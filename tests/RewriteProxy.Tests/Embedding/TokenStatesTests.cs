using System.Numerics.Tensors;
using RewriteProxy.Embedding;

namespace RewriteProxy.Tests.Embedding;

[Collection(EmbedderCollection.Name)]
public sealed class TokenStatesTests(EmbedderFixture fixture)
{
    /// <summary>Element-wise tolerance between a text's states alone and inside a padded batch (float reordering only).</summary>
    const float SameElement = 1e-4f;

    // Outside source: BERT's uncased basic tokenization (Google's tokenization.py, from memory): lower-case, every
    // non-alphanumeric ASCII character a word of its own; WordPiece then splits words, which stay one word here.
    [Fact]
    public void Words_are_the_basic_tokens_of_uncased_BERT_each_with_a_unit_vector()
    {
        var states = fixture.Embedder.EmbedTokens(["Can't I pay the refuelling charge by e-mail?"])[0];

        Assert.Equal(["can", "'", "t", "i", "pay", "the", "refuelling", "charge", "by", "e", "-", "mail", "?"], states.Words);
        Assert.All(states.Vectors, v =>
        {
            Assert.NotNull(v);
            Assert.Equal(fixture.Embedder.Dimension, v!.Length);
            Assert.InRange(TensorPrimitives.Norm<float>(v), 0.999f, 1.001f);
        });
    }

    [Fact]
    public void A_text_has_the_same_states_alone_and_beside_a_longer_text()
    {
        const string text = "How do I pause my membership?";
        var alone = fixture.Embedder.EmbedTokens([text])[0];
        var batched = fixture.Embedder.EmbedTokens([text, "What happens to my membership fees if I pause my membership for three months in the summer?"])[0];

        Assert.Equal(alone.Words, batched.Words);
        for (var w = 0; w < alone.Words.Count; w++)
            for (var d = 0; d < fixture.Embedder.Dimension; d++)
                Assert.InRange(batched.Vectors[w]![d], alone.Vectors[w]![d] - SameElement, alone.Vectors[w]![d] + SameElement);
    }

    [Fact]
    public void Empty_text_has_no_words()
    {
        var states = fixture.Embedder.EmbedTokens(["", "   "]);

        Assert.All(states, s => Assert.Empty(s.Words));
    }
}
----
Retrieve each line of the data in which the word "SameElement" can be found.

### Your response
    const float SameElement = 1e-4f;
                Assert.InRange(batched.Vectors[w]![d], alone.Vectors[w]![d] - SameElement, alone.Vectors[w]![d] + SameElement);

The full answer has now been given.